» **EXERCISE DETAILS**
From top to bottom, each entry below must be reproduced exactly.
######
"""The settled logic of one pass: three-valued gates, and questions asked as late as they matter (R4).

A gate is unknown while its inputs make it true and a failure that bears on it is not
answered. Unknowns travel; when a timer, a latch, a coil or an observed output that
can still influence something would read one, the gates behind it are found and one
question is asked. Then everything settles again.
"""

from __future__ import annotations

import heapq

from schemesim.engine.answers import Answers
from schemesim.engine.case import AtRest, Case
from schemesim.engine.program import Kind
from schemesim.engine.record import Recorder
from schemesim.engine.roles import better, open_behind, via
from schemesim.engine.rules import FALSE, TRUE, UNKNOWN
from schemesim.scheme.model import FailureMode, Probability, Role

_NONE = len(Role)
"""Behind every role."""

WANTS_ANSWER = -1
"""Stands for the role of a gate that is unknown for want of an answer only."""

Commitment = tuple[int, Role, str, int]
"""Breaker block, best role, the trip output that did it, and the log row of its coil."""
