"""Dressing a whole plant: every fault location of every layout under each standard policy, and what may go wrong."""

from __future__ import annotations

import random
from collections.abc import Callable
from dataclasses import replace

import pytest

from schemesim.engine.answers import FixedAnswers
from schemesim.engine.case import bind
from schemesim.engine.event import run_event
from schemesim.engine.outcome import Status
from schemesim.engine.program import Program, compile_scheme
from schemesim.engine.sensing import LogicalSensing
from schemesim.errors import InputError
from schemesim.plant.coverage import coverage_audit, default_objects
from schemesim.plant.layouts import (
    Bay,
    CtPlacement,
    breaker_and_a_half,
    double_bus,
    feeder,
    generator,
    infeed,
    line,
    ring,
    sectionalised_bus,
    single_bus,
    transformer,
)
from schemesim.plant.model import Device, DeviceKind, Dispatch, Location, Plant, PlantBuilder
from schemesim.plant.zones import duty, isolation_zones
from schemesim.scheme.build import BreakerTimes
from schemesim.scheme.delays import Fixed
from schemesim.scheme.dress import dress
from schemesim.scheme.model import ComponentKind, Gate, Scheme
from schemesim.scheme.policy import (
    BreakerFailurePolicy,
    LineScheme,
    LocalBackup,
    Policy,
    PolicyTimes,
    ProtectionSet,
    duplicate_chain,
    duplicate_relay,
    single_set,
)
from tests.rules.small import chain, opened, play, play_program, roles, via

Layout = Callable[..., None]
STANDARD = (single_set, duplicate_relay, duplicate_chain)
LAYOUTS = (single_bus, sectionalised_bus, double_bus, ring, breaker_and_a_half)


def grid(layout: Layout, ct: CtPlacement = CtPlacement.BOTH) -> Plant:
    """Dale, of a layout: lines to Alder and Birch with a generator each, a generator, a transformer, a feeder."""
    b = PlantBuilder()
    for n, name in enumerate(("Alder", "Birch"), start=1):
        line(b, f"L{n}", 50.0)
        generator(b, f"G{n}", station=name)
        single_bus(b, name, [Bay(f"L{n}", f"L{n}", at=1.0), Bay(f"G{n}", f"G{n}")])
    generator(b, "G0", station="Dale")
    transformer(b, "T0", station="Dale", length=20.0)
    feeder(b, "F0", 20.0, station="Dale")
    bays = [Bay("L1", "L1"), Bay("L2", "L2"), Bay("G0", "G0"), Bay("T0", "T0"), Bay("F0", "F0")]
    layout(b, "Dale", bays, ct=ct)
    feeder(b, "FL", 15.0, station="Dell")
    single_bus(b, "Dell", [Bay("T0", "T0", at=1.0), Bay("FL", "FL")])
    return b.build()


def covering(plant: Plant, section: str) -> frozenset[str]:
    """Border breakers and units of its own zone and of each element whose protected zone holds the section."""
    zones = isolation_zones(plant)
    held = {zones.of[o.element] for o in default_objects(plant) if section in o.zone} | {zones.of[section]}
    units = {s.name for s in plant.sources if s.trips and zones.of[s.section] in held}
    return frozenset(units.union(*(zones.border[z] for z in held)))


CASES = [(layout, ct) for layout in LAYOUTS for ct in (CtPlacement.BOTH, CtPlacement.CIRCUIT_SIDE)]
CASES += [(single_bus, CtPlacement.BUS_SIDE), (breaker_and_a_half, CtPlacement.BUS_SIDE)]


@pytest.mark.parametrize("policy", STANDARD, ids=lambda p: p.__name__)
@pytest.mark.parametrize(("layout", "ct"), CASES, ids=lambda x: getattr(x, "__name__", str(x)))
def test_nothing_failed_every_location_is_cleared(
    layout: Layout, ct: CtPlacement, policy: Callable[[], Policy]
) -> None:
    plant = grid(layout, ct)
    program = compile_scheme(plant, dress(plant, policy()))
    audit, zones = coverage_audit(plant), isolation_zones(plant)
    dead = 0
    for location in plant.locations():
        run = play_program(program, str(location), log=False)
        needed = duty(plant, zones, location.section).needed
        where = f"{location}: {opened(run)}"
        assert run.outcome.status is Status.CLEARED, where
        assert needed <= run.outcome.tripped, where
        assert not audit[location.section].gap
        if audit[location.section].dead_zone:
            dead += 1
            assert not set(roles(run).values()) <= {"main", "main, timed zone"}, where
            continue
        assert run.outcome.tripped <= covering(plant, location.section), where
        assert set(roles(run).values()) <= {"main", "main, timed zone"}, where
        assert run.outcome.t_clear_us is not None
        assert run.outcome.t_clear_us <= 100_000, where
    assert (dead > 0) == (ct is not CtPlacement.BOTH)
######
» **OUTPUT OF THE TASK**
"""The settled logic of one pass: three-valued gates, and questions asked as late as they matter (R4).

A gate is unknown while its inputs make it true and a failure that bears on it is not
answered. Unknowns travel; when a timer, a latch, a coil or an observed output that
can still influence something would read one, the gates behind it are found and one
question is asked. Then everything settles again.
"""

from __future__ import annotations

import heapq

from schemesim.engine.answers import Answers
from schemesim.engine.case import AtRest, Case
from schemesim.engine.program import Kind
from schemesim.engine.record import Recorder
from schemesim.engine.roles import better, open_behind, via
from schemesim.engine.rules import FALSE, TRUE, UNKNOWN
from schemesim.scheme.model import FailureMode, Probability, Role

_NONE = len(Role)
"""Behind every role."""

WANTS_ANSWER = -1
"""Stands for the role of a gate that is unknown for want of an answer only."""

Commitment = tuple[int, Role, str, int]
"""Breaker block, best role, the trip output that did it, and the log row of its coil."""
"""Dressing a whole plant: every fault location of every layout under each standard policy, and what may go wrong."""

from __future__ import annotations

import random
from collections.abc import Callable
from dataclasses import replace

import pytest

from schemesim.engine.answers import FixedAnswers
from schemesim.engine.case import bind
from schemesim.engine.event import run_event
from schemesim.engine.outcome import Status
from schemesim.engine.program import Program, compile_scheme
from schemesim.engine.sensing import LogicalSensing
from schemesim.errors import InputError
from schemesim.plant.coverage import coverage_audit, default_objects
from schemesim.plant.layouts import (
    Bay,
    CtPlacement,
    breaker_and_a_half,
    double_bus,
    feeder,
    generator,
    infeed,
    line,
    ring,
    sectionalised_bus,
    single_bus,
    transformer,
)
from schemesim.plant.model import Device, DeviceKind, Dispatch, Location, Plant, PlantBuilder
from schemesim.plant.zones import duty, isolation_zones
from schemesim.scheme.build import BreakerTimes
from schemesim.scheme.delays import Fixed
from schemesim.scheme.dress import dress
from schemesim.scheme.model import ComponentKind, Gate, Scheme
from schemesim.scheme.policy import (
    BreakerFailurePolicy,
    LineScheme,
    LocalBackup,
    Policy,
    PolicyTimes,
    ProtectionSet,
    duplicate_chain,
    duplicate_relay,
    single_set,
)
from tests.rules.small import chain, opened, play, play_program, roles, via

Layout = Callable[..., None]
STANDARD = (single_set, duplicate_relay, duplicate_chain)
LAYOUTS = (single_bus, sectionalised_bus, double_bus, ring, breaker_and_a_half)


def grid(layout: Layout, ct: CtPlacement = CtPlacement.BOTH) -> Plant:
    """Dale, of a layout: lines to Alder and Birch with a generator each, a generator, a transformer, a feeder."""
    b = PlantBuilder()
    for n, name in enumerate(("Alder", "Birch"), start=1):
        line(b, f"L{n}", 50.0)
        generator(b, f"G{n}", station=name)
        single_bus(b, name, [Bay(f"L{n}", f"L{n}", at=1.0), Bay(f"G{n}", f"G{n}")])
    generator(b, "G0", station="Dale")
    transformer(b, "T0", station="Dale", length=20.0)
    feeder(b, "F0", 20.0, station="Dale")
    bays = [Bay("L1", "L1"), Bay("L2", "L2"), Bay("G0", "G0"), Bay("T0", "T0"), Bay("F0", "F0")]
    layout(b, "Dale", bays, ct=ct)
    feeder(b, "FL", 15.0, station="Dell")
    single_bus(b, "Dell", [Bay("T0", "T0", at=1.0), Bay("FL", "FL")])
    return b.build()


def covering(plant: Plant, section: str) -> frozenset[str]:
    """Border breakers and units of its own zone and of each element whose protected zone holds the section."""
    zones = isolation_zones(plant)
    held = {zones.of[o.element] for o in default_objects(plant) if section in o.zone} | {zones.of[section]}
    units = {s.name for s in plant.sources if s.trips and zones.of[s.section] in held}
    return frozenset(units.union(*(zones.border[z] for z in held)))


CASES = [(layout, ct) for layout in LAYOUTS for ct in (CtPlacement.BOTH, CtPlacement.CIRCUIT_SIDE)]
CASES += [(single_bus, CtPlacement.BUS_SIDE), (breaker_and_a_half, CtPlacement.BUS_SIDE)]


@pytest.mark.parametrize("policy", STANDARD, ids=lambda p: p.__name__)
@pytest.mark.parametrize(("layout", "ct"), CASES, ids=lambda x: getattr(x, "__name__", str(x)))
def test_nothing_failed_every_location_is_cleared(
    layout: Layout, ct: CtPlacement, policy: Callable[[], Policy]
) -> None:
    plant = grid(layout, ct)
    program = compile_scheme(plant, dress(plant, policy()))
    audit, zones = coverage_audit(plant), isolation_zones(plant)
    dead = 0
    for location in plant.locations():
        run = play_program(program, str(location), log=False)
        needed = duty(plant, zones, location.section).needed
        where = f"{location}: {opened(run)}"
        assert run.outcome.status is Status.CLEARED, where
        assert needed <= run.outcome.tripped, where
        assert not audit[location.section].gap
        if audit[location.section].dead_zone:
            dead += 1
            assert not set(roles(run).values()) <= {"main", "main, timed zone"}, where
            continue
        assert run.outcome.tripped <= covering(plant, location.section), where
        assert set(roles(run).values()) <= {"main", "main, timed zone"}, where
        assert run.outcome.t_clear_us is not None
        assert run.outcome.t_clear_us <= 100_000, where
    assert (dead > 0) == (ct is not CtPlacement.BOTH)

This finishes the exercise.